In Postgres 9.4+ use

SELECT to_regclass('foo');

Returns NULL if the identifier is not found in the search path.
In Postgres 9.3 or older use a cast to regclass:

SELECT 'foo'::regclass;

This raises an exception, if the object is not found!

If 'foo' is found, the oid is returned in its text representation. That's just the table name, schema-qualified according to the current search path and double-quoted where necessary.

If the object is not found you can be sure it does not exist anywhere in the search path - or not at all for a schema-qualified name (schema.foo).

If it's found there are two shortcomings:

  1. The search includes implicit schemas of the search_path, namely pg_catalog and pg_temp. But you may want to exclude temp and system tables for your purpose. (?)

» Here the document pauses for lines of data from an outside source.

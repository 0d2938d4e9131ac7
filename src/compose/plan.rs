//! The plan map: the site seen from straight above, with each standpoint as a marker, its
//! heading (the direction at the panorama's centre) as an arrow, the seam (the direction
//! behind it, where the panorama's left and right borders meet) as a dashed line, a scale
//! bar and a north arrow.
//!
//! Every edge is projected straight down, so the outlines at ground and roof level are
//! drawn (walls' vertical edges vanish to points, openings fall on their wall lines).
//! North is up: site `x` (east) to the right, site `y` (north) up the page.

use crate::drawing::{dashed, letter, Align, Drawing, Layer, Stroke};
use crate::error::{Error, Result};
use crate::page::{Paper, Sheet};
use crate::plane::{ImagePoint, PolylineSet};
use crate::scene::{bounds, Site, SiteCurve, Standpoint};

/// The size of the plan and its paper resolution.
#[derive(Clone, Debug, PartialEq)]
pub struct PlanSettings {
    /// Pixels across.
    pub width: u32,
    /// Pixels down.
    pub height: u32,
    /// Pixels per inch: how big a pixel is on paper (SVG, PDF, PNG pHYs).
    pub dpi: f64,
    /// Width of the edges' lines, pixels.
    pub line_weight_px: f64,
    /// Largest distance between a true arc and its drawn chords, pixels.
    pub tolerance_px: f64,
}

impl PlanSettings {
    /// The size of the printable area of `paper` less `margin_mm` on every side, at `dpi`.
    pub fn for_paper(paper: &Paper, margin_mm: f64, dpi: f64) -> PlanSettings {
        let px = dpi / 25.4;
        let side = |mm: f64| ((mm - 2.0 * margin_mm) * px).max(0.0).floor() as u32;
        PlanSettings {
            width: side(paper.width_mm),
            height: side(paper.height_mm),
            dpi,
            ..PlanSettings::default()
        }
    }
}

impl Default for PlanSettings {
    fn default() -> Self {
        PlanSettings {
            width: 1600,
            height: 1200,
            dpi: 150.0,
            line_weight_px: 1.0,
            tolerance_px: 0.1,
        }
    }
}

/// A plan map and the numbers it was drawn with.
#[derive(Clone, Debug, PartialEq)]
pub struct Plan {
    /// The plan's layers.
    pub drawing: Drawing,
    /// Pixels per site metre.
    pub px_per_metre: f64,
    /// The site point at the drawing's top-left corner (x east, y north), metres.
    pub origin: (f64, f64),
    /// The scale bar's length, metres (a round number).
    pub bar_metres: f64,
    /// Pixels per inch on paper.
    pub dpi: f64,
}

impl Plan {
    /// The drawing position of a site plan position.
    pub fn to_px(&self, x: f64, y: f64) -> ImagePoint {
        ImagePoint::new(
            (x - self.origin.0) * self.px_per_metre,
            (self.origin.1 - y) * self.px_per_metre,
        )
    }

    /// The plan as a sheet at its resolution.
    pub fn sheet(&self) -> Sheet {
        Sheet::full_bleed(self.drawing.clone(), self.dpi)
    }

    /// The plan on a sheet of `paper`, `margin_mm` in from its top-left corner (draw it at
    /// the size of the printable area: [`PlanSettings::for_paper`]).
    pub fn on_paper(&self, paper: &Paper, margin_mm: f64) -> Sheet {
        let mm_per_px = 25.4 / self.dpi;
        let shift = margin_mm / mm_per_px;
        let layers = self
            .drawing
            .layers
            .iter()
            .map(|layer| {
                let mut lines = PolylineSet::new();
                for line in layer.lines.iter() {
                    let moved: Vec<ImagePoint> = line
                        .iter()
                        .map(|p| ImagePoint::new(p.x + shift, p.y + shift))
                        .collect();
                    lines.push(&moved);
                }
                Layer {
                    text: None,
                    name: layer.name.clone(),
                    stroke: layer.stroke,
                    lines,
                }
            })
            .collect();
        Sheet {
            drawing: Drawing {
                width: (paper.width_mm / mm_per_px).ceil() as u32,
                height: (paper.height_mm / mm_per_px).ceil() as u32,
                layers,
            },
            width_mm: paper.width_mm,
            height_mm: paper.height_mm,
            mm_per_px,
        }
    }

    /// The printed scale's denominator: 1 : N on paper at the plan's resolution.
    pub fn scale_denominator(&self) -> f64 {
        1000.0 / (self.px_per_metre * 25.4 / self.dpi)
    }
}

/// Layer names, for styles and for reading the vector outputs back.
pub const PLAN_EDGES: &str = "plan";
pub const STANDPOINTS: &str = "standpoints";
pub const HEADINGS: &str = "headings";
pub const SEAMS: &str = "seams";
pub const SCALE_BAR: &str = "scale bar";
pub const NORTH: &str = "north arrow";
pub const LABELS: &str = "plan labels";

/// The plan of `site` with `standpoints` marked (usually the site's own).
pub fn plan_map(site: &Site, standpoints: &[Standpoint], settings: &PlanSettings) -> Result<Plan> {
    let (w, h) = (settings.width as f64, settings.height as f64);
    if !(64.0..=16_384.0).contains(&w) || !(64.0..=16_384.0).contains(&h) {
        return Err(Error::ImageSize {
            width: settings.width as u64,
            height: settings.height as u64,
            reason: "a plan is from 64 to 16384 pixels a side".into(),
        });
    }
    if !(settings.dpi.is_finite() && settings.dpi > 0.0) {
        return Err(Error::Setting(format!(
            "dpi {} must be more than 0",
            settings.dpi
        )));
    }
    crate::plane::check_tolerance(settings.tolerance_px)?;
    // The extent: the site's and the standpoints', with a little room round it.
    let (mut lo, mut hi) = match bounds(site) {
        Some((lo, hi)) => ((lo.x, lo.y), (hi.x, hi.y)),
        None => (
            (f64::INFINITY, f64::INFINITY),
            (f64::NEG_INFINITY, f64::NEG_INFINITY),
        ),
    };
    for s in standpoints {
        lo = (lo.0.min(s.x), lo.1.min(s.y));
        hi = (hi.0.max(s.x), hi.1.max(s.y));
    }
    if !(lo.0.is_finite() && hi.0.is_finite()) {
        return Err(Error::Setting(
            "the scene has nothing to draw on a plan".into(),
        ));
    }
    let span = ((hi.0 - lo.0).max(hi.1 - lo.1)).max(1.0);
    // Margins: 6 % of the span round the site, and room at the bottom for the scale bar.
    let pad = 0.06 * span;
    let (width_m, height_m) = (hi.0 - lo.0 + 2.0 * pad, hi.1 - lo.1 + 2.0 * pad);
    let footer = 0.1 * h;
    let px_per_metre = (w / width_m).min((h - footer) / height_m);
    let centre = ((lo.0 + hi.0) / 2.0, (lo.1 + hi.1) / 2.0);
    let origin = (
        centre.0 - w / 2.0 / px_per_metre,
        centre.1 + (h - footer) / 2.0 / px_per_metre,
    );
    let mut plan = Plan {
        drawing: Drawing {
            width: settings.width,
            height: settings.height,
            layers: Vec::new(),
        },
        px_per_metre,
        origin,
        bar_metres: round_length(0.25 * w / px_per_metre),
        dpi: settings.dpi,
    };
    let weight = settings.line_weight_px;
    let letter_px = (0.018 * h).clamp(7.0, 40.0);

    let mut edges = PolylineSet::new();
    for edge in &site.edges {
        plan_curve(&plan, &edge.curve, settings.tolerance_px, &mut edges);
    }

    // Standpoints: a circle, the heading arrow, the seam behind, the name.
    let arrow = 0.08 * w.min(h);
    let radius = (0.012 * w.min(h)).max(3.0);
    let (mut markers, mut headings, mut seams, mut labels) = (
        PolylineSet::new(),
        PolylineSet::new(),
        PolylineSet::new(),
        PolylineSet::new(),
    );
    for s in standpoints {
        let at = plan.to_px(s.x, s.y);
        let circle: Vec<ImagePoint> = (0..=32)
            .map(|k| {
                let a = std::f64::consts::TAU * k as f64 / 32.0;
                ImagePoint::new(at.x + radius * a.cos(), at.y + radius * a.sin())
            })
            .collect();
        markers.push(&circle);
        // On the page, azimuth h points (sin h, -cos h): x right is east, y down is south.
        let (sin, cos) = s.heading.sin_cos();
        let tip = ImagePoint::new(at.x + arrow * sin, at.y - arrow * cos);
        headings.push(&[at, tip]);
        let head = 0.25 * arrow;
        for side in [-1.0, 1.0] {
            let a = s.heading + std::f64::consts::PI + side * 0.4;
            headings.push(&[
                tip,
                ImagePoint::new(tip.x + head * a.sin(), tip.y - head * a.cos()),
            ]);
        }
        let mut seam = PolylineSet::new();
        seam.push(&[at, ImagePoint::new(at.x - arrow * sin, at.y + arrow * cos)]);
        seams.append(&mut dashed(&seam, 3.0 * weight + 3.0, 2.0 * weight + 2.0));
        letter(
            &s.name,
            ImagePoint::new(at.x + 1.5 * radius, at.y - 1.5 * radius),
            letter_px,
            Align::Start,
            &mut labels,
        );
    }

    // Scale bar at the bottom left, ticked at its ends and middle.
    let mut bar = PolylineSet::new();
    let (x0, y0) = (0.04 * w, h - 0.45 * footer);
    let length = plan.bar_metres * px_per_metre;
    bar.push(&[ImagePoint::new(x0, y0), ImagePoint::new(x0 + length, y0)]);
    for k in 0..=2 {
        let x = x0 + length * k as f64 / 2.0;
        bar.push(&[
            ImagePoint::new(x, y0),
            ImagePoint::new(x, y0 - letter_px * 0.7),
        ]);
    }
    letter(
        &format!("{} M", trim(plan.bar_metres)),
        ImagePoint::new(x0 + length + letter_px, y0),
        letter_px,
        Align::Start,
        &mut labels,
    );
    letter(
        &format!("1:{:.0} AT {} DPI", plan.scale_denominator(), settings.dpi),
        ImagePoint::new(x0, y0 + 1.8 * letter_px),
        letter_px,
        Align::Start,
        &mut labels,
    );

    // North arrow at the bottom right: a shaft, a head and an N.
    let mut north = PolylineSet::new();
    let (nx, ny) = (w - 0.05 * w, h - 0.25 * footer);
    let shaft = 0.6 * footer;
    north.push(&[ImagePoint::new(nx, ny), ImagePoint::new(nx, ny - shaft)]);
    north.push(&[
        ImagePoint::new(nx - 0.2 * shaft, ny - 0.7 * shaft),
        ImagePoint::new(nx, ny - shaft),
        ImagePoint::new(nx + 0.2 * shaft, ny - 0.7 * shaft),
    ]);
    letter(
        "N",
        ImagePoint::new(nx - 0.4 * shaft, ny - 0.5 * shaft),
        letter_px,
        Align::End,
        &mut north,
    );

    // True north beside it when the scene's plan is turned from it: the sun uses true north.
    if let Some(bearing) = site
        .location
        .as_ref()
        .map(|l| l.north_deg.to_radians())
        .filter(|b| b.sin().abs() > 1e-9 || b.cos() < 0.0)
    {
        let (sx, sy) = (bearing.sin(), -bearing.cos());
        let (cx, cy) = (nx - 1.6 * shaft, ny - 0.5 * shaft);
        let at = |along: f64, side: f64| {
            ImagePoint::new(
                cx + shaft * (along * sx - side * sy),
                cy + shaft * (along * sy + side * sx),
            )
        };
        north.push(&[at(-0.5, 0.0), at(0.5, 0.0)]);
        north.push(&[at(0.2, -0.2), at(0.5, 0.0), at(0.2, 0.2)]);
        letter(
            "TRUE N",
            ImagePoint::new(cx - 0.7 * shaft, ny),
            0.7 * letter_px,
            Align::End,
            &mut north,
        );
    }

    plan.drawing.layers = vec![
        layer(PLAN_EDGES, 1.0, weight, edges),
        layer(SEAMS, 0.7, weight, seams),
        layer(HEADINGS, 1.0, 1.5 * weight, headings),
        layer(STANDPOINTS, 1.0, 1.5 * weight, markers),
        layer(SCALE_BAR, 1.0, 1.5 * weight, bar),
        layer(NORTH, 1.0, 1.5 * weight, north),
        layer(LABELS, 0.8, weight, labels),
    ];
    Ok(plan)
}

fn layer(name: &str, opacity: f64, width: f64, lines: PolylineSet) -> Layer {
    Layer {
        text: None,
        name: name.to_owned(),
        stroke: Stroke::black(opacity, width),
        lines,
    }
}

/// One edge seen from above; vertical segments (a point in plan) are left out.
fn plan_curve(plan: &Plan, curve: &SiteCurve, tolerance: f64, out: &mut PolylineSet) {
    match *curve {
        SiteCurve::Segment { start, end } => {
            let (a, b) = (plan.to_px(start.x, start.y), plan.to_px(end.x, end.y));
            if (a.x - b.x).hypot(a.y - b.y) > 1e-6 {
                out.push(&[a, b]);
            }
        }
        SiteCurve::Ellipse {
            centre,
            u,
            v,
            start,
            sweep,
        } => {
            // The plan of an ellipse is an ellipse (or a segment): chords of angle dt stray
            // at most r dt^2 / 8 from it, r the larger semi-axis in plan.
            let r = u.xy().norm().max(v.xy().norm()) * plan.px_per_metre;
            if r < 1e-9 {
                return;
            }
            let dt = (8.0 * tolerance / r).sqrt().min(std::f64::consts::PI / 8.0);
            let n = ((sweep.abs() / dt).ceil() as usize).clamp(1, 100_000);
            let points: Vec<ImagePoint> = (0..=n)
                .map(|k| {
                    let t = start + sweep * k as f64 / n as f64;
                    let p = centre + u * t.cos() + v * t.sin();
                    plan.to_px(p.x, p.y)
                })
                .collect();
            out.push(&points);
        }
    }
}

/// A round length near `metres`, not above it: 1, 2 or 5 times a power of ten.
fn round_length(metres: f64) -> f64 {
    let power = 10f64.powf(metres.max(1e-3).log10().floor());
    [5.0, 2.0, 1.0]
        .into_iter()
        .map(|k| k * power)
        .find(|&l| l <= metres)
        .unwrap_or(power)
}

fn trim(x: f64) -> String {
    let text = format!("{x:.3}");
    text.trim_end_matches('0').trim_end_matches('.').to_owned()
}

/// Two sheets side by side on one: `left` (usually a panorama) and `right` (a plan drawn
/// at the same resolution, so that its printed scale holds), with `gap_mm` between them;
/// the taller sets the height. Sheets of different resolutions are refused.
pub fn beside(left: &Sheet, right: &Sheet, gap_mm: f64) -> Result<Sheet> {
    let mm_per_px = left.mm_per_px;
    if (right.mm_per_px - mm_per_px).abs() > 1e-9 * mm_per_px || gap_mm.is_nan() || gap_mm < 0.0 {
        return Err(Error::Setting(
            "sheets placed side by side need the same resolution and a gap of 0 or more".into(),
        ));
    }
    let dx = left.drawing.width as f64 + (gap_mm / mm_per_px).round();
    let mut layers = left.drawing.layers.clone();
    for layer in &right.drawing.layers {
        let mut lines = PolylineSet::new();
        for line in layer.lines.iter() {
            let moved: Vec<ImagePoint> = line
                .iter()
                .map(|p| ImagePoint::new(dx + p.x, p.y))
                .collect();
            lines.push(&moved);
        }
        layers.push(Layer {
            text: None,
            name: layer.name.clone(),
            stroke: layer.stroke,
            lines,
        });
    }
    let width = dx as u32 + right.drawing.width;
    let height = left.drawing.height.max(right.drawing.height);
    Ok(Sheet {
        drawing: Drawing {
            width,
            height,
            layers,
        },
        width_mm: width as f64 * mm_per_px,
        height_mm: height as f64 * mm_per_px,
        mm_per_px,
    })
}

#[cfg(test)]
mod tests {
    use super::*;

    #[test]
    fn round_lengths() {
        assert_eq!(round_length(37.0), 20.0);
        assert_eq!(round_length(7.5), 5.0);
        assert_eq!(round_length(1.0), 1.0);
        assert_eq!(round_length(0.3), 0.2);
    }
}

  2. A cast to regclass works for all objects in the system catalog pg_class: indexes, views, sequences etc. Not just tables. You seem to be looking for a regular table exclusively. However, you'll probably have problems with other objects of the same name, too. Details:

Slow and sure

We are back to your query, but don't use current_setting('search_path'), which returns the bare setting. Use the dedicated system information function current_schemas(). Per documentation:

current_schemas(boolean) name[]
names of schemas in search path, optionally including implicit schemas

"$user" in the search path is resolved smartly. If no schema with the name of SESSION_USER exists, the schema is not returned to begin with. Also, depending on what you want exactly, you can additionally output implicit schemas (pg_catalog and possibly pg_temp) - but I assume you don't want those for the case at hand, so use:

DO 
$do$
BEGIN
   IF EXISTS (
      SELECT  -- list can be empty
      FROM   pg_catalog.pg_class c
      JOIN   pg_catalog.pg_namespace n ON n.oid = c.relnamespace
      WHERE  n.nspname = ANY(current_schemas(FALSE))
      AND    n.nspname NOT LIKE 'pg_%'  -- exclude system schemas!
      AND    c.relname = 'foo'
      AND    c.relkind = 'r')           -- you probably need this
   THEN
      RAISE 'This application depends on tables created by another application';
   END IF;
END
$do$;

SQL Fiddle, demonstrating all except for the last DO statement.
SQL Fiddle (JDBC) has problems with DO statements containing termination characters.